Adidas brand sales are expected to grow at a high single digit currency neutral rate for the year, while Reebok is expected to grow at a mid to high single digit rate, the company said.

TaylorMade-Adidas Golf sales are forecast to grow at a mid single digit rate. The company said its gross margin is expected to increase modestly to a range of 47.5 percent to 48 percent driven by improvements in all three brand segments.

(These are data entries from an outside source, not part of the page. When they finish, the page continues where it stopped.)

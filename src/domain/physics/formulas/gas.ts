import {
  daysUntil,
  expansionOf,
  gasFacts,
  halfLifeDays,
  percentOf,
  pneumaticMl,
  pressureAtAltitude,
  pressures,
  pureMl,
  remaining,
  spanDays,
  volumeAtPressure,
} from '../gas.ts';
import {
  ALERT,
  asGas,
  asLens,
  type Formula,
  gas,
  lens,
  number,
  percent,
  THOMPSON,
  usualPercent,
} from './formula.ts';

/** Formulas of gas. */
export const gasFormulas: Readonly<Record<string, Formula>> = {
  'gas-dilution-pure-ml': {
    title: 'Pure gas for a concentration',
    formula: 'syringe mL × % − dead space mL',
    unit: 'mL',
    source: 'Computed',
    inputs: [number('syringeMl', 'mL', 0.1, 200), percent, number('deadSpaceMl', 'mL', 0, 10, 0)],
    compute: ({ n }) => ({ value: pureMl(n('syringeMl'), n('percent'), n('deadSpaceMl')) }),
  },
  'gas-dilution-percent': {
    title: 'Concentration of pure gas made up to a syringe',
    formula: '(pure mL + dead space mL) / syringe mL',
    unit: '%',
    source: 'Computed',
    inputs: [
      number('pureMl', 'mL', 0, 200),
      number('syringeMl', 'mL', 0.1, 200),
      number('deadSpaceMl', 'mL', 0, 10, 0),
    ],
    compute: ({ n }) => ({ value: percentOf(n('pureMl'), n('syringeMl'), n('deadSpaceMl')) }),
  },
  'gas-isoexpansile': {
    title: 'Isoexpansile concentration',
    formula: 'Published',
    unit: '%',
    source: `${ALERT}; ranges Sci Rep 2020 s41598-020-75493-9 (read)`,
    inputs: [gas],
    compute: ({ s }) => {
      const { low, high } = gasFacts[asGas(s('gas'))].isoexpansile;
      return low === high ? { value: low } : { low, high };
    },
  },
  'gas-expansion': {
    title: 'Growth of a gas in the eye',
    formula: '1 + (pure expansion − 1)·(% − isoexpansile)/(100 − isoexpansile), not below 1',
    unit: 'times',
    source: `${ALERT}; in between a straight line (computed)`,
    inputs: [gas, number('percent', '%', 0, 100, 100)],
    compute: ({ n, s }) => ({ value: expansionOf(asGas(s('gas')), n('percent')) }),
  },
  'gas-largest-day': {
    title: 'When the gas is largest',
    formula: 'Published',
    unit: 'days',
    source: ALERT,
    inputs: [gas],
    compute: ({ s }) => {
      const [low, high] = gasFacts[asGas(s('gas'))].largestDays;
      return { low, high };
    },
  },
  'gas-half-life': {
    title: 'Half-life of a gas in the eye',
    formula: 'Published figures around the concentration',
    unit: 'days',
    source: THOMPSON,
    inputs: [gas, percent, lens],
    compute: ({ n, s }) => {
      const { low, high } = halfLifeDays(asGas(s('gas')), n('percent'), asLens(s('lens')));
      return low === high ? { value: low } : { low, high };
    },
  },
  'gas-remaining': {
    title: 'Share of the gas left',
    formula: '2^(−days/t½)',
    unit: '%',
    source: THOMPSON,
    inputs: [gas, percent, number('day', 'days', 0, 365), lens],
    compute: ({ n, s }) => {
      const { low, high } = halfLifeDays(asGas(s('gas')), n('percent'), asLens(s('lens')));
      const [least, most] = [remaining(n('day'), low) * 100, remaining(n('day'), high) * 100];
      return low === high ? { value: least } : { low: least, high: most };
    },
  },
  'gas-days-to-fraction': {
    title: 'Days until a share of the gas is left',
    formula: 't½·log2(1/share)',
    unit: 'days',
    source: THOMPSON,
    inputs: [gas, percent, number('fraction', 'of 1', 0.0001, 1, 0.1), lens],
    compute: ({ n, s }) => {
      const { low, high } = halfLifeDays(asGas(s('gas')), n('percent'), asLens(s('lens')));
      const [least, most] = [daysUntil(n('fraction'), low), daysUntil(n('fraction'), high)];
      return low === high ? { value: least } : { low: least, high: most };
    },
  },
  'gas-span': {
    title: 'How long the gas may last',
    formula: 't½·log2(10) to t½·log2(100), and the published span',
    unit: 'days',
    source: `${ALERT}; ${THOMPSON}`,
    inputs: [gas, lens],
    compute: ({ s }) => {
      const named = asGas(s('gas'));
      return spanDays(named, usualPercent(named), asLens(s('lens')));
    },
  },
  'altitude-volume': {
    title: 'Volume of gas at another pressure, not held',
    formula: 'V·P1/P2 (Boyle)',
    unit: 'mL',
    source: 'Computed',
    inputs: [
      number('volumeMl', 'mL', 0, 20),
      number('pressureMmHg', 'mmHg', 100, 800, pressures.cabinMmHg),
      number('fromMmHg', 'mmHg', 100, 800, pressures.seaLevelMmHg),
    ],
    compute: ({ n }) => ({ value: volumeAtPressure(n('volumeMl'), n('pressureMmHg'), n('fromMmHg')) }),
  },
  'altitude-pressure': {
    title: 'Pressure of the standard atmosphere',
    formula: '760·(1 − 2.25577·10⁻⁵·h)^5.25588',
    unit: 'mmHg',
    source: 'Barometric formula (computed)',
    inputs: [number('metres', 'm', 0, 11000)],
    compute: ({ n }) => ({ value: pressureAtAltitude(n('metres')) }),
  },
  'pneumatic-volume': {
    title: 'Pure gas for a pneumatic retinopexy',
    formula: 'Published',
    unit: 'mL',
    source: 'SF6 0.5 mL, C3F8 0.3 mL, air 0.5–1.0 mL (read)',
    inputs: [gas],
    compute: ({ s }) => {
      const range = pneumaticMl[asGas(s('gas'))];
      if (range === undefined) return undefined;
      return range[0] === range[1] ? { value: range[0] } : { low: range[0], high: range[1] };
    },
  },
};
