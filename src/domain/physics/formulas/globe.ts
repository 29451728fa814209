import { arcHours, quadrantAt } from '../../anatomy/clock.ts';
import { circumferenceMm, defaults, equatorMm, globeOf, parallelMm, poleMm } from '../../anatomy/globe.ts';
import { insertionMm, oraRangeMm } from '../../anatomy/insertions.ts';
import { distanceMm, hourMm } from '../../anatomy/surface.ts';
import { asEye, axial, clock, eye, type Formula, mm, SPHERE, TILLAUX } from './formula.ts';

/** Formulas of the globe and its landmarks. */
export const globeFormulas: Readonly<Record<string, Formula>> = {
  'globe-circumference': {
    title: 'Circumference of the globe at the equator',
    formula: '2πR',
    unit: 'mm',
    source: SPHERE,
    inputs: [axial],
    compute: ({ n }) => ({ value: circumferenceMm(globeOf(n('axialLengthMm'))) }),
  },
  'equator-arc': {
    title: 'Equator behind the limbus',
    formula: 'R·(π/2 − θ0)',
    unit: 'mm',
    source: SPHERE,
    inputs: [axial, mm('limbusRadiusMm', 8, defaults.limbusRadiusMm)],
    compute: ({ n }) => ({ value: equatorMm(globeOf(n('axialLengthMm'), n('limbusRadiusMm'))) }),
  },
  'pole-arc': {
    title: 'Posterior pole behind the limbus',
    formula: 'R·(π − θ0)',
    unit: 'mm',
    source: SPHERE,
    inputs: [axial],
    compute: ({ n }) => ({ value: poleMm(globeOf(n('axialLengthMm'))) }),
  },
  'parallel-circumference': {
    title: 'Circumference of the parallel at an arc behind the limbus',
    formula: '2πR·sin(θ0 + s/R)',
    unit: 'mm',
    source: SPHERE,
    inputs: [mm('arcMm'), axial, mm('limbusRadiusMm', 8, defaults.limbusRadiusMm)],
    compute: ({ n }) => ({ value: parallelMm(globeOf(n('axialLengthMm'), n('limbusRadiusMm')), n('arcMm')) }),
  },
  'clock-hour-width': {
    title: 'Breadth of one clock hour at an arc behind the limbus',
    formula: '2πR·sin(θ0 + s/R)/12',
    unit: 'mm',
    source: SPHERE,
    inputs: [mm('arcMm'), axial],
    compute: ({ n }) => ({ value: hourMm(globeOf(n('axialLengthMm')), n('arcMm')) }),
  },
  'insertion-distance': {
    title: 'Line of the insertions behind the limbus',
    formula: 'Insertions joined round the clock by half cosines',
    unit: 'mm',
    source: TILLAUX,
    inputs: [clock('clock'), eye],
    compute: ({ n, s }) => ({ value: insertionMm(n('clock'), asEye(s('eye'))) }),
  },
  'ora-range': {
    title: 'Ora serrata behind the limbus',
    formula: 'Nasal 5–7.5 mm, temporal 7–8.5 mm, interpolated',
    unit: 'mm',
    source: 'Two texts that disagree (read)',
    inputs: [clock('clock'), eye],
    compute: ({ n, s }) => {
      const [low, high] = oraRangeMm(n('clock'), asEye(s('eye')));
      return { low, high };
    },
  },
  'clock-quadrant': {
    title: 'Quadrant of a clock hour',
    formula: 'Temporal is 9 o’clock in a right eye, 3 o’clock in a left',
    unit: '',
    source: 'Common practice',
    inputs: [clock('clock'), eye],
    compute: ({ n, s }) => ({ value: quadrantAt(n('clock'), asEye(s('eye'))) }),
  },
  'arc-hours': {
    title: 'Length of an arc clockwise',
    formula: '(to − from) mod 12',
    unit: 'clock hours',
    source: 'Computed',
    inputs: [clock('fromClock'), clock('toClock')],
    compute: ({ n }) => ({ value: arcHours({ from: n('fromClock'), to: n('toClock') }) }),
  },
  'great-circle': {
    title: 'Shortest way along the wall between two places',
    formula: 'R·arccos(a·b)',
    unit: 'mm',
    source: SPHERE,
    inputs: [clock('fromClock'), mm('fromMm'), clock('toClock'), mm('toMm'), axial],
    compute: ({ n }) => ({
      value: distanceMm(
        globeOf(n('axialLengthMm')),
        { clock: n('fromClock'), mm: n('fromMm') },
        { clock: n('toClock'), mm: n('toMm') },
      ),
    }),
  },
};
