import { globeOf } from '../../anatomy/globe.ts';
import { arcOfFill, capVolumeMl, cavityMl, coverDegrees, knownPositions } from '../bubble.ts';
import { axial, CAP, choice, clock, type Formula, mm, number, SPHERE } from './formula.ts';

/** Formulas of a bubble in the eye. */
export const bubbleFormulas: Readonly<Record<string, Formula>> = {
  'cavity-volume': {
    title: 'Volume of a cavity',
    formula: '4/3·πR³',
    unit: 'mL',
    source: SPHERE,
    inputs: [mm('radiusMm', 20, 10.5)],
    compute: ({ n }) => ({ value: cavityMl(n('radiusMm')) }),
  },
  'bubble-volume': {
    title: 'Volume of a bubble that touches an arc of wall',
    formula: 'V = πh²(3R − h)/3, h = R(1 − cos(θ/2))',
    unit: 'mL',
    source: CAP,
    inputs: [number('arcDegrees', '°', 0, 360), mm('radiusMm', 20, 10.5)],
    compute: ({ n }) => ({ value: capVolumeMl(n('arcDegrees'), n('radiusMm')) }),
  },
  'bubble-angle': {
    title: 'Arc of wall that a bubble of a volume touches',
    formula: 'the inverse of bubble-volume',
    unit: '°',
    source: CAP,
    inputs: [number('volumeMl', 'mL', 0, 20), mm('radiusMm', 20, 10.5)],
    compute: ({ n }) => ({ value: arcOfFill(Math.min(1, n('volumeMl') / cavityMl(n('radiusMm')))) }),
  },
  'bubble-fill-angle': {
    title: 'Arc of wall that a fill touches',
    formula: 'the inverse of V = πh²(3R − h)/3',
    unit: '°',
    source: CAP,
    inputs: [number('fillPercent', '%', 0, 100)],
    compute: ({ n }) => ({ value: arcOfFill(n('fillPercent') / 100) }),
  },
  'bubble-cover': {
    title: 'By how much a bubble covers a place on the wall; negative: not',
    formula: 'half the arc in contact − angle between the place and the highest point',
    unit: '°',
    source: CAP,
    inputs: [
      clock('clock'),
      mm('mmBehindLimbus'),
      number('fillPercent', '%', 0, 100),
      choice('position', knownPositions),
      axial,
      choice('buoyancy', ['floats', 'sinks'], 'floats'),
    ],
    compute: ({ n, s }) => {
      const position = knownPositions.find((one) => one === s('position'));
      if (position === undefined) return undefined;
      const place = { clock: n('clock'), mm: n('mmBehindLimbus') };
      const buoyancy = s('buoyancy') === 'sinks' ? 'sinks' : 'floats';
      const value = coverDegrees(
        globeOf(n('axialLengthMm')),
        place,
        n('fillPercent') / 100,
        position,
        buoyancy,
      );
      return value === undefined ? undefined : { value };
    },
  },
};
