import { defineRule } from '../../define-rule.ts';
import { numberWords, previousOf } from '../../facts.ts';

export const rule = defineRule({
  id: 'keratometry-unusual',
  family: 'refraction',
  level: 'caution',
  title: 'A curvature of the cornea that is rare',
  why: 'The lens implant is chosen from it; digits may have changed places.',
  source: { text: 'Trade practice', certainty: 'P' },
  answerable: true,
  check: (record) => {
    const k = record.before?.keratometryDioptres;
    if (
      k === undefined ||
      (k >= 37 && k <= 50) ||
      previousOf(record).some(({ what }) => what === 'refractive-surgery')
    )
      return [];
    return [
      {
        fields: ['before.keratometryDioptres'],
        message: `A mean keratometry of ${numberWords(k)} D is recorded.`,
      },
    ];
  },
  examples: {
    fires: [
      {
        name: '34 for 43',
        fields: 'before.keratometryDioptres',
        record: { before: { keratometryDioptres: 34 } },
      },
    ],
    silent: [
      { name: 'as usual', record: { before: { keratometryDioptres: 43.5 } } },
      {
        name: 'after refractive surgery',
        record: {
          before: {
            keratometryDioptres: 36,
            previousOperations: [{ what: 'refractive-surgery', eye: 'left' }],
          },
        },
      },
    ],
    unknown: [{ name: 'not measured', record: { before: { axialLengthMm: 24 } } }],
  },
});
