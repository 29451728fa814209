import { describe, expect, it } from 'vitest';
import { desksFor, homeOf } from '../../../src/domain/access/desks.ts';
import { actions, caseStates, may, roles } from '../../../src/domain/access/policy.ts';

/** Role × action × state, as it was agreed. A new role or action fails here until it is agreed too. */
const agreed: Readonly<Record<string, string>> = {
  'list:read': 'surgeon secretary administrator',
  'list:change': 'surgeon secretary administrator',
  'case:list-own': 'surgeon',
  'case:read-draft': 'surgeon | draft',
  'case:write': 'surgeon | draft',
  'case:sign': 'surgeon | draft',
  'signed:read': 'surgeon secretary coder auditor | signed',
  'signed:verify': 'surgeon auditor | signed',
  'note:add-to': 'surgeon | signed',
  'letters:list': 'surgeon secretary',
  'letter:read': 'surgeon secretary | signed',
  'letter:write': 'surgeon secretary | signed',
  'letter:send': 'secretary | signed',
  'recipients:read': 'secretary administrator',
  'recipients:change': 'secretary administrator',
  'codes:list': 'coder',
  'codes:read': 'coder | signed',
  'codes:mark': 'coder | signed',
  'codes:export': 'coder',
  'audit:list': 'auditor',
  'audit:log': 'auditor administrator',
  'people:change': 'administrator',
  'unit:change': 'administrator',
  'handbook:read': 'surgeon secretary coder auditor administrator',
};

describe('the policy table', () => {
  it('knows exactly the actions that were agreed', () => {
    expect([...actions].sort()).toEqual(Object.keys(agreed).sort());
  });

  it.each(actions)('%s', (action) => {
    const [who = '', state] = (agreed[action] ?? '').split(' | ');
    for (const role of roles) {
      const allowed = who.split(' ').includes(role);
      expect([role, may([role], action)]).toEqual([role, allowed]);
      for (const one of caseStates) {
        expect([role, one, may([role], action, one)]).toEqual([
          role,
          one,
          allowed && (state === undefined || state === one),
        ]);
      }
    }
  });

  it('gives nobody without a role anything', () => {
    for (const action of actions) expect(may([], action)).toBe(false);
  });

  it('gives every role a desk to land on', () => {
    for (const role of roles) expect(desksFor([role]).map(({ href }) => href)).toContain(homeOf([role]));
  });
});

Operating margin for the Adidas group is projected to increase to at least 9.5 percent, the company said.

Uwe Weinreich, an analyst at UniCredit/HVB in Munich said the company's first quarter performance was "excellent," and "well above expectations." He said despite slowing momentum on some fronts, the company confirmed its outlook and expressed future optimism. "We confirm our Buy Rating and our target price of 48.75," euros Weinreich said.

Order backlogs for the Adidas brand at the end of the first quarter increased 13 percent compared with last year.

"In 2008 we will reach new heights on both the top and bottom line," Hainer said. "A summer of excitement is ahead of us."

"Our brands will be front and center at the two major sporting events, the UEFA Euro 2008 (European soccer championships), and the Olympic games," he said. "Despite a challenging market environment, we are optimistic we will achieve all our targets."